→ RECORDS SUPPLIED:
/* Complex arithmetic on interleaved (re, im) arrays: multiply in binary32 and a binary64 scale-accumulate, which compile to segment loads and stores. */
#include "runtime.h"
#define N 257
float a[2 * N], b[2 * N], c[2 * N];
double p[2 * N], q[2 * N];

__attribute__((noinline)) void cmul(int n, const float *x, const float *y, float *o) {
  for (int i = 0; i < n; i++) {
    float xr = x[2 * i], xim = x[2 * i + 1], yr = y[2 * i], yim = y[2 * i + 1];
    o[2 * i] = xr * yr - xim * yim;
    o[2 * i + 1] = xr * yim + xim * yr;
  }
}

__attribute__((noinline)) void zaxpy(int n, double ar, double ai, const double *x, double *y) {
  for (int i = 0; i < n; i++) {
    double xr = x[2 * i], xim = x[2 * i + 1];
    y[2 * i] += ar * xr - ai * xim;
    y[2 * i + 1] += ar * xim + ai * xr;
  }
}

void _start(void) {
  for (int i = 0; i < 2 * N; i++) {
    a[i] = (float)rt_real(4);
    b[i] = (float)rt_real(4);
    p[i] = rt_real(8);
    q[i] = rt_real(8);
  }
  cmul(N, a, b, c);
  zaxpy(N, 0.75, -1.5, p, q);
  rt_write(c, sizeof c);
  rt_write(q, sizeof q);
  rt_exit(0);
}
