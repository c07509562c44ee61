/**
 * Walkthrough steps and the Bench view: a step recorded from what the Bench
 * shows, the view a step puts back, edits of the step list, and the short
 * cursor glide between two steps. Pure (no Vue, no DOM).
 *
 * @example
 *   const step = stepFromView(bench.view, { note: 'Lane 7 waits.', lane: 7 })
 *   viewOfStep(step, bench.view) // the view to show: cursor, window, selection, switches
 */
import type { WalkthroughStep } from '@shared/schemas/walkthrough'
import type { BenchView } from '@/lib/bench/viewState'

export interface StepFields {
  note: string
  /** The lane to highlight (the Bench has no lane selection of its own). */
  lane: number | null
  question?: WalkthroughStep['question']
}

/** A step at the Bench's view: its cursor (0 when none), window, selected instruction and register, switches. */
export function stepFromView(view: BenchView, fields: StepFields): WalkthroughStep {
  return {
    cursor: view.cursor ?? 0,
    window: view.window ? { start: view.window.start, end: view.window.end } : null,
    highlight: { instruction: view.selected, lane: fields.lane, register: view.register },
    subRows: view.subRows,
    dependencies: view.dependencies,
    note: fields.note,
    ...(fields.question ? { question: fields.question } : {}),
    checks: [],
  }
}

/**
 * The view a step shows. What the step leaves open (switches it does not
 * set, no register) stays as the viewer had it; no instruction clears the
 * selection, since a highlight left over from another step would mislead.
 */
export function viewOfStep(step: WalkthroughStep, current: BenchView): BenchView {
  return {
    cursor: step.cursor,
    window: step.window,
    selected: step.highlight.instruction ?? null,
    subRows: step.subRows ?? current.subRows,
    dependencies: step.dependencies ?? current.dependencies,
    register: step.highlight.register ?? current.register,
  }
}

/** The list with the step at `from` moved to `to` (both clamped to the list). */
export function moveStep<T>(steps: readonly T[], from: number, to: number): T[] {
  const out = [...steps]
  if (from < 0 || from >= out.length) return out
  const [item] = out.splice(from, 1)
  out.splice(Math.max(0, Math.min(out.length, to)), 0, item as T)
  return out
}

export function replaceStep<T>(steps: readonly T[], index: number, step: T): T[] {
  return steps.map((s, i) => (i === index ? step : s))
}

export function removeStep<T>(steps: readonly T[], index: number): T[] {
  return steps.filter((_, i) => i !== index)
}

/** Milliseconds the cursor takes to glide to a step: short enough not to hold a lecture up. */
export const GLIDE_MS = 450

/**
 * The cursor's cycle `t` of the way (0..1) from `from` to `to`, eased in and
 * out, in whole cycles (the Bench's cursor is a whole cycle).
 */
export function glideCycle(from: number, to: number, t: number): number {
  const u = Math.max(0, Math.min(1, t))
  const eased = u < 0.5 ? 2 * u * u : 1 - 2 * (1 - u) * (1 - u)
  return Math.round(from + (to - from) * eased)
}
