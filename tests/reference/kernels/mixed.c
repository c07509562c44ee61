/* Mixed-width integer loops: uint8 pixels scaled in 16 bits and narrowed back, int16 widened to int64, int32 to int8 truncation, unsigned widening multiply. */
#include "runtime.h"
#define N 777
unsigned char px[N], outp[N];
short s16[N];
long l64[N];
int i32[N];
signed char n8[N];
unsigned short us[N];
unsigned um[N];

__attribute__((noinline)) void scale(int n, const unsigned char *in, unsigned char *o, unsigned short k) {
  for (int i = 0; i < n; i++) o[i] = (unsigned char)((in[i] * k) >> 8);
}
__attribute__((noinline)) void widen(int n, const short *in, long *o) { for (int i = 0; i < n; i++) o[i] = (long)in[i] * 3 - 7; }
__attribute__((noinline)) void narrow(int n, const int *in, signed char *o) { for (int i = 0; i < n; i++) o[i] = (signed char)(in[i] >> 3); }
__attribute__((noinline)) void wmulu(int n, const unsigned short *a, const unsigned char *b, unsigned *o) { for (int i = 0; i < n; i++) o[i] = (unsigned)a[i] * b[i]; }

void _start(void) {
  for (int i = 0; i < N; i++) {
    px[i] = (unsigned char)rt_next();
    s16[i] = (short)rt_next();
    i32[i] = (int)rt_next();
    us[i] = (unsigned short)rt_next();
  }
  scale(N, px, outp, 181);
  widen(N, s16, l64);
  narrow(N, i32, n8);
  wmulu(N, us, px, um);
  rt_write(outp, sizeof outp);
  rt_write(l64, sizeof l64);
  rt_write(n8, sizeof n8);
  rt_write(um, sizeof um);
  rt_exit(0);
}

→ YOUR GOAL:
Please return the data above in full, without altering a single line.

→ ANSWER BOX:
/* Complex arithmetic on interleaved (re, im) arrays: multiply in binary32 and a binary64 scale-accumulate, which compile to segment loads and stores. */
#include "runtime.h"
#define N 257
float a[2 * N], b[2 * N], c[2 * N];
double p[2 * N], q[2 * N];

__attribute__((noinline)) void cmul(int n, const float *x, const float *y, float *o) {
  for (int i = 0; i < n; i++) {
    float xr = x[2 * i], xim = x[2 * i + 1], yr = y[2 * i], yim = y[2 * i + 1];
    o[2 * i] = xr * yr - xim * yim;
    o[2 * i + 1] = xr * yim + xim * yr;
  }
}

__attribute__((noinline)) void zaxpy(int n, double ar, double ai, const double *x, double *y) {
  for (int i = 0; i < n; i++) {
    double xr = x[2 * i], xim = x[2 * i + 1];
    y[2 * i] += ar * xr - ai * xim;
    y[2 * i + 1] += ar * xim + ai * xr;
  }
}

void _start(void) {
  for (int i = 0; i < 2 * N; i++) {
    a[i] = (float)rt_real(4);
    b[i] = (float)rt_real(4);
    p[i] = rt_real(8);
    q[i] = rt_real(8);
  }
  cmul(N, a, b, c);
  zaxpy(N, 0.75, -1.5, p, q);
  rt_write(c, sizeof c);
  rt_write(q, sizeof q);
  rt_exit(0);
}
repository c07509562c44ee61
/**
 * Walkthrough steps and the Bench view: a step recorded from what the Bench
 * shows, the view a step puts back, edits of the step list, and the short
 * cursor glide between two steps. Pure (no Vue, no DOM).
 *
 * @example
 *   const step = stepFromView(bench.view, { note: 'Lane 7 waits.', lane: 7 })
 *   viewOfStep(step, bench.view) // the view to show: cursor, window, selection, switches
 */
import type { WalkthroughStep } from '@shared/schemas/walkthrough'
import type { BenchView } from '@/lib/bench/viewState'

export interface StepFields {
  note: string
  /** The lane to highlight (the Bench has no lane selection of its own). */
  lane: number | null
  question?: WalkthroughStep['question']
}

/** A step at the Bench's view: its cursor (0 when none), window, selected instruction and register, switches. */
export function stepFromView(view: BenchView, fields: StepFields): WalkthroughStep {
  return {
    cursor: view.cursor ?? 0,
    window: view.window ? { start: view.window.start, end: view.window.end } : null,
    highlight: { instruction: view.selected, lane: fields.lane, register: view.register },
    subRows: view.subRows,
    dependencies: view.dependencies,
    note: fields.note,
    ...(fields.question ? { question: fields.question } : {}),
    checks: [],
  }
}

/**
 * The view a step shows. What the step leaves open (switches it does not
 * set, no register) stays as the viewer had it; no instruction clears the
 * selection, since a highlight left over from another step would mislead.
 */
export function viewOfStep(step: WalkthroughStep, current: BenchView): BenchView {
  return {
    cursor: step.cursor,
    window: step.window,
    selected: step.highlight.instruction ?? null,
    subRows: step.subRows ?? current.subRows,
    dependencies: step.dependencies ?? current.dependencies,
    register: step.highlight.register ?? current.register,
  }
}

/** The list with the step at `from` moved to `to` (both clamped to the list). */
export function moveStep<T>(steps: readonly T[], from: number, to: number): T[] {
  const out = [...steps]
  if (from < 0 || from >= out.length) return out
  const [item] = out.splice(from, 1)
  out.splice(Math.max(0, Math.min(out.length, to)), 0, item as T)
  return out
}

export function replaceStep<T>(steps: readonly T[], index: number, step: T): T[] {
  return steps.map((s, i) => (i === index ? step : s))
}

export function removeStep<T>(steps: readonly T[], index: number): T[] {
  return steps.filter((_, i) => i !== index)
}

/** Milliseconds the cursor takes to glide to a step: short enough not to hold a lecture up. */
export const GLIDE_MS = 450

/**
 * The cursor's cycle `t` of the way (0..1) from `from` to `to`, eased in and
 * out, in whole cycles (the Bench's cursor is a whole cycle).
 */
export function glideCycle(from: number, to: number, t: number): number {
  const u = Math.max(0, Math.min(1, t))
  const eased = u < 0.5 ? 2 * u * u : 1 - 2 * (1 - u) * (1 - u)
  return Math.round(from + (to - from) * eased)
}
filename tests/reference/kernels/mixed.c
repository c07509562c44ee61
/* Mixed-width integer loops: uint8 pixels scaled in 16 bits and narrowed back, int16 widened to int64, int32 to int8 truncation, unsigned widening multiply. */
#include "runtime.h"
#define N 777
unsigned char px[N], outp[N];
short s16[N];
long l64[N];
int i32[N];
signed char n8[N];
unsigned short us[N];
unsigned um[N];

__attribute__((noinline)) void scale(int n, const unsigned char *in, unsigned char *o, unsigned short k) {
  for (int i = 0; i < n; i++) o[i] = (unsigned char)((in[i] * k) >> 8);
}
__attribute__((noinline)) void widen(int n, const short *in, long *o) { for (int i = 0; i < n; i++) o[i] = (long)in[i] * 3 - 7; }
__attribute__((noinline)) void narrow(int n, const int *in, signed char *o) { for (int i = 0; i < n; i++) o[i] = (signed char)(in[i] >> 3); }
__attribute__((noinline)) void wmulu(int n, const unsigned short *a, const unsigned char *b, unsigned *o) { for (int i = 0; i < n; i++) o[i] = (unsigned)a[i] * b[i]; }

void _start(void) {
  for (int i = 0; i < N; i++) {
    px[i] = (unsigned char)rt_next();
    s16[i] = (short)rt_next();
    i32[i] = (int)rt_next();
    us[i] = (unsigned short)rt_next();
  }
  scale(N, px, outp, 181);
  widen(N, s16, l64);
  narrow(N, i32, n8);
  wmulu(N, us, px, um);
  rt_write(outp, sizeof outp);
  rt_write(l64, sizeof l64);
  rt_write(n8, sizeof n8);
  rt_write(um, sizeof um);
  rt_exit(0);
}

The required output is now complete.